WHAT YOU HAVE TO DO: Write out the following listing's lines from the one with "this.at = 0;" to the one with "if (at >= bytes.length) return false;", exactly, with both included and no others.

MATERIAL TO PROCESS:
┌──
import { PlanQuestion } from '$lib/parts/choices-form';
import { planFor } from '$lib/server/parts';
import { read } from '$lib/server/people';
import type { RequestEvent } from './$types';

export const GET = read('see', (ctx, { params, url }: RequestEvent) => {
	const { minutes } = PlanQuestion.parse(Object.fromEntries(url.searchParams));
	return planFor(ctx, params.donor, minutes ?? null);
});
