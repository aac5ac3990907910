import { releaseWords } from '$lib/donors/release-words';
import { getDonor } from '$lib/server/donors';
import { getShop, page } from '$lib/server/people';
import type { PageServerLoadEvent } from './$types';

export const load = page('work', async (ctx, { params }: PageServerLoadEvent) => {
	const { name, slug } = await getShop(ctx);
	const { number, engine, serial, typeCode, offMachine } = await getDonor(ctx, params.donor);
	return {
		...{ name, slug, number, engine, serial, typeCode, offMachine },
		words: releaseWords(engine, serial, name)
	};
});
└──
┌──
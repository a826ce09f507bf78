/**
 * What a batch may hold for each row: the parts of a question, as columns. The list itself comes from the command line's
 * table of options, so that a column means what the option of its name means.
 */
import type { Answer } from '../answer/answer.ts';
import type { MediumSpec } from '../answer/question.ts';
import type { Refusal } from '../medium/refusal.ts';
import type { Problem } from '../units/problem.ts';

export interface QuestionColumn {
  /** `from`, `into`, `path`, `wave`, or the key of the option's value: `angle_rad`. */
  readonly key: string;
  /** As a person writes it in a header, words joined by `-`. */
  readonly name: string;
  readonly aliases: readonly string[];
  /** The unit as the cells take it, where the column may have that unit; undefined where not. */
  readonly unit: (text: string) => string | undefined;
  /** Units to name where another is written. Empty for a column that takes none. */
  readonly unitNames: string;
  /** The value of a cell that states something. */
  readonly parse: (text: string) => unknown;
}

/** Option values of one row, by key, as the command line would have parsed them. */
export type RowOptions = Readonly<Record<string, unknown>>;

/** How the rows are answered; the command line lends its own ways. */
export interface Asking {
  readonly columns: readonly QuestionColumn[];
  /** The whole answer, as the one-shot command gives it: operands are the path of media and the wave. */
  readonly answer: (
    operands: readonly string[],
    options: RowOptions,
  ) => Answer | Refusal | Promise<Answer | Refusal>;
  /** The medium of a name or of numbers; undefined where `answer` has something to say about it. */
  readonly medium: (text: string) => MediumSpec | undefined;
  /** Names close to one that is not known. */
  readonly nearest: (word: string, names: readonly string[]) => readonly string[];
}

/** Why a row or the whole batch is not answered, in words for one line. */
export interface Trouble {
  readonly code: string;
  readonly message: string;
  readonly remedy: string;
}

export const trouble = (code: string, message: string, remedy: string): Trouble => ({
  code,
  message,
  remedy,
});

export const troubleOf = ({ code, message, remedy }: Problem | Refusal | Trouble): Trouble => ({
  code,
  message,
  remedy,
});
└──
┌──
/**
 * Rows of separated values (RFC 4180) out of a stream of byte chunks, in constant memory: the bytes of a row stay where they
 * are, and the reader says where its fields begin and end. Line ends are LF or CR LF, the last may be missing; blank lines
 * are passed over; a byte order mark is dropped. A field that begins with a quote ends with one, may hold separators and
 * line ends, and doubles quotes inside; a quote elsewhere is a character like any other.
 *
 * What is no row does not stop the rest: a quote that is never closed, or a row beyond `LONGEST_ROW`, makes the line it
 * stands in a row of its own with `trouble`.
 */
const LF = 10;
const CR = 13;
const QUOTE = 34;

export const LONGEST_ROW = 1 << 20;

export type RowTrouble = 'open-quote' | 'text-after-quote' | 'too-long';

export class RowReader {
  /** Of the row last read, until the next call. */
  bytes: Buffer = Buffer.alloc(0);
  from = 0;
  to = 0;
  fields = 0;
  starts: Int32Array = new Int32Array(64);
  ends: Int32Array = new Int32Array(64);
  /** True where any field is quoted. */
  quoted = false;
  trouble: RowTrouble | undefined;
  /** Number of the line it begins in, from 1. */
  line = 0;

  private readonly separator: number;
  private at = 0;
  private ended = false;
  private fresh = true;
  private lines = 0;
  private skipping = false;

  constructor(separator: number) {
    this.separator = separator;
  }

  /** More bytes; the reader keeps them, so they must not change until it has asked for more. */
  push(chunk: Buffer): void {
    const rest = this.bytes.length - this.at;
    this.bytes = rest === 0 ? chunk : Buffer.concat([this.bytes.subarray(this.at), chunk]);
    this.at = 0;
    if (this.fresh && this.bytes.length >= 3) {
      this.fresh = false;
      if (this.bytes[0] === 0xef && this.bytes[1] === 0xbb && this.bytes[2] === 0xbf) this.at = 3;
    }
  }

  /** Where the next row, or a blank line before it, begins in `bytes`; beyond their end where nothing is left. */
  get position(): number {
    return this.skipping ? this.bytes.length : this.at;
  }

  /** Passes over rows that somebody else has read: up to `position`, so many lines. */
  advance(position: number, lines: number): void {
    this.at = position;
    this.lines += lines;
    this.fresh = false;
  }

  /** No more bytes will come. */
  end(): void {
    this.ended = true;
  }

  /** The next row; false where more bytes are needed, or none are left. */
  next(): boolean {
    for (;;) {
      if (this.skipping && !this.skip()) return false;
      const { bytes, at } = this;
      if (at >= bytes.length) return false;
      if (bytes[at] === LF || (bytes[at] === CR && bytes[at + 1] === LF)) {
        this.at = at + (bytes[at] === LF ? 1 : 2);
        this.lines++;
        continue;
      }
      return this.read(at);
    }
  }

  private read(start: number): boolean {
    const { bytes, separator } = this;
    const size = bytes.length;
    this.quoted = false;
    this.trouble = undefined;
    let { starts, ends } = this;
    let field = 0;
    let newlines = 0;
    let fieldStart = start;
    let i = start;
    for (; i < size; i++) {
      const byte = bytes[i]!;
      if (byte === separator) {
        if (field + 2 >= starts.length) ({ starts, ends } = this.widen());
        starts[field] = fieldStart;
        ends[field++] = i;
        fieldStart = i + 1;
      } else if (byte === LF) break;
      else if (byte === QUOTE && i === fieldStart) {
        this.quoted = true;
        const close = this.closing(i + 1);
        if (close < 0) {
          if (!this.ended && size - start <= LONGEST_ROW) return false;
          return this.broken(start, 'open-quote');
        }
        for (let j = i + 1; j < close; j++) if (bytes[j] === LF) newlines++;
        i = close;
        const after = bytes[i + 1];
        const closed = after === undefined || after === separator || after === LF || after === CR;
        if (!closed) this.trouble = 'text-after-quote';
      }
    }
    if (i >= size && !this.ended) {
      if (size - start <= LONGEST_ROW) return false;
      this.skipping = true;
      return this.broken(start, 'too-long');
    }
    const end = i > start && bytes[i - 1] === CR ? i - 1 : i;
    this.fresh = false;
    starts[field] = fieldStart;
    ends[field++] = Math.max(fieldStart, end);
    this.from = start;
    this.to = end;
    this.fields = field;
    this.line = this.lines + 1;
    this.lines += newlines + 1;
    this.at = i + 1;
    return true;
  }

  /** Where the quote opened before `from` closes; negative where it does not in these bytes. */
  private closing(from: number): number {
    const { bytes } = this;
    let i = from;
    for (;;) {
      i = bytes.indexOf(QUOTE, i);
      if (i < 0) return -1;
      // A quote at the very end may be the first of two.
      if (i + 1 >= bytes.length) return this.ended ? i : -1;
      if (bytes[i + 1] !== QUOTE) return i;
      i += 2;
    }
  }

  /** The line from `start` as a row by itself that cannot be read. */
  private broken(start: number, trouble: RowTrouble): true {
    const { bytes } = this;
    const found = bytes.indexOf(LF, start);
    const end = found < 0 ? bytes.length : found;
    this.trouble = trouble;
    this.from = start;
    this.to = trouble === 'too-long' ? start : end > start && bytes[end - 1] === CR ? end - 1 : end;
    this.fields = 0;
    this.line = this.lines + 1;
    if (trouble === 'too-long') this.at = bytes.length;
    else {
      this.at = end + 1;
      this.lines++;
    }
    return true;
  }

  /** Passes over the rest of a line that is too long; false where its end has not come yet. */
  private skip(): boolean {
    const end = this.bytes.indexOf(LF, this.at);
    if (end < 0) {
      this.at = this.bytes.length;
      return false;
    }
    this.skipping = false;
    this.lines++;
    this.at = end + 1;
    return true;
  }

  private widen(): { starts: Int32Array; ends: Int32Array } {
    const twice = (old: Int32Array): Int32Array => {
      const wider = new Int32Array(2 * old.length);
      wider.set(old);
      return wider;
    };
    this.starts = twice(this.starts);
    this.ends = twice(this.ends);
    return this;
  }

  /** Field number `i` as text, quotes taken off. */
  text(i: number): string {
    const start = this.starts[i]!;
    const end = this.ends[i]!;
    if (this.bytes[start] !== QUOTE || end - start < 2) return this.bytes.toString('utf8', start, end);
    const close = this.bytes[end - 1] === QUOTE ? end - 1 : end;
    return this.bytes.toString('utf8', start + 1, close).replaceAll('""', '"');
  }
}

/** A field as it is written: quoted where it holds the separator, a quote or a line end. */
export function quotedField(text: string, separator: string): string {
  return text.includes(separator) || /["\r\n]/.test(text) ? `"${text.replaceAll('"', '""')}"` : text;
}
└──
RESPONSE TO THE TASK:
    this.at = 0;
    if (this.fresh && this.bytes.length >= 3) {
      this.fresh = false;
      if (this.bytes[0] === 0xef && this.bytes[1] === 0xbb && this.bytes[2] === 0xbf) this.at = 3;
    }
  }

  /** Where the next row, or a blank line before it, begins in `bytes`; beyond their end where nothing is left. */
  get position(): number {
    return this.skipping ? this.bytes.length : this.at;
  }

  /** Passes over rows that somebody else has read: up to `position`, so many lines. */
  advance(position: number, lines: number): void {
    this.at = position;
    this.lines += lines;
    this.fresh = false;
  }

  /** No more bytes will come. */
  end(): void {
    this.ended = true;
  }

  /** The next row; false where more bytes are needed, or none are left. */
  next(): boolean {
    for (;;) {
      if (this.skipping && !this.skip()) return false;
      const { bytes, at } = this;
      if (at >= bytes.length) return false;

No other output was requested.